The island now known as Great Britain, which was inhabited two
thousand years ago by the Britons and Gaels, Celtic peoples, was
overrun and conquered in part about 450 A.D. by the Saxons and Angles,
Germanic tribes, after whom part of the island was called Angleland.
(The men from the south of England are of the same blood as the Saxons
in the German army, against whom they had to fight in the great war.)
Then came Danes, who partially conquered the Angles and Saxons, and
after them, in 1066 A.D., the country was again conquered by the
Normans, descendants of some Norsemen, who, one hundred and fifty
years before, had come down from Norway and conquered a large
territory in the northwestern part of France.

[Illustration: Men of Normandy Landing in England.]
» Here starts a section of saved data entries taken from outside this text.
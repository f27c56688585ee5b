import { expect, test } from '@playwright/test';
import { DEMO, signIn } from './support/session.ts';

test('Help is one click from every screen and holds the tour, the keys, the words and every rule with its source', async ({
  page,
}) => {
  await signIn(page, DEMO.technician);
  await page.getByRole('link', { name: 'Pellow farm flatbed' }).click();
  await page.getByRole('link', { name: 'Pin map', exact: true }).click();
  await page
    .getByRole('navigation')
    .getByRole('link', { name: 'Help' })
    .or(page.getByRole('link', { name: 'Help', exact: true }))
    .first()
    .click();
  await expect(page.getByRole('heading', { name: 'Help', level: 1 })).toBeVisible();

  const tour = page.getByRole('region', { name: 'A tour' });
  await expect(tour.getByRole('listitem').first()).toContainText('Pin map');
  // As many steps as the README's tour has (it grows with the product).
  expect(await tour.getByRole('listitem').count()).toBeGreaterThanOrEqual(6);

  const keys = page.getByRole('region', { name: 'Keyboard shortcuts in the pin grid' });
  await expect(keys.getByRole('row', { name: /Ctrl\+D/ })).toContainText('Fill down');
  await expect(keys.getByRole('row', { name: /Type a letter/ })).toContainText('one undo step');

  const dispositions = page.getByRole('region', { name: /Dispositions/ });
  await expect(dispositions.getByText('Cut and insulate')).toBeVisible();
  await expect(
    page.getByRole('region', { name: /Signal classes/ }).getByText('Sensor ground'),
  ).toBeVisible();

  const rules = page.getByRole('region', { name: 'What the checks check, and on what authority' });
  await expect(rules.getByRole('row').nth(10)).toBeVisible();
  await expect(
    rules.getByRole('row', { name: /No extra ground on a sensor ground/ }),
  ).toContainText('common practice, no source');
  await expect(rules.getByRole('row', { name: /The fuse protects the wire/ })).toContainText(
    '33 CFR 183.425',
  );
  await page.screenshot({ path: 'test-results/screens/help.png', fullPage: true });
});

test('Help is open from the sign-in page before signing in, and leads back to it', async ({
  page,
}) => {
  await page.goto('/sign-in');
  await page.getByRole('link', { name: 'Read the help' }).click();
  await expect(page.getByRole('heading', { name: 'Help', level: 1 })).toBeVisible();
  await expect(page.getByRole('region', { name: 'A tour' })).toBeVisible();
  await expect(page.getByText('SAE J1962').first()).toBeVisible();
  await page.screenshot({ path: 'test-results/screens/help-signed-out.png' });
  await page.getByRole('link', { name: 'Sign in' }).click();
  await expect(page.getByRole('button', { name: 'Sign in' })).toBeVisible();
});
In some cases, the conquered tribes moved on to other lands, leaving
their former homes to their conquerors. In this way the Britons and
Gaels gave up the greater part of their land to the Angles and Saxons
and withdrew to the hills and mountains of Wales, Cornwall, and
northern Scotland. In other cases, the conquered people and their
conquerors inhabited the same lands side by side, as the Normans
settled down in England among the Anglo-Saxons.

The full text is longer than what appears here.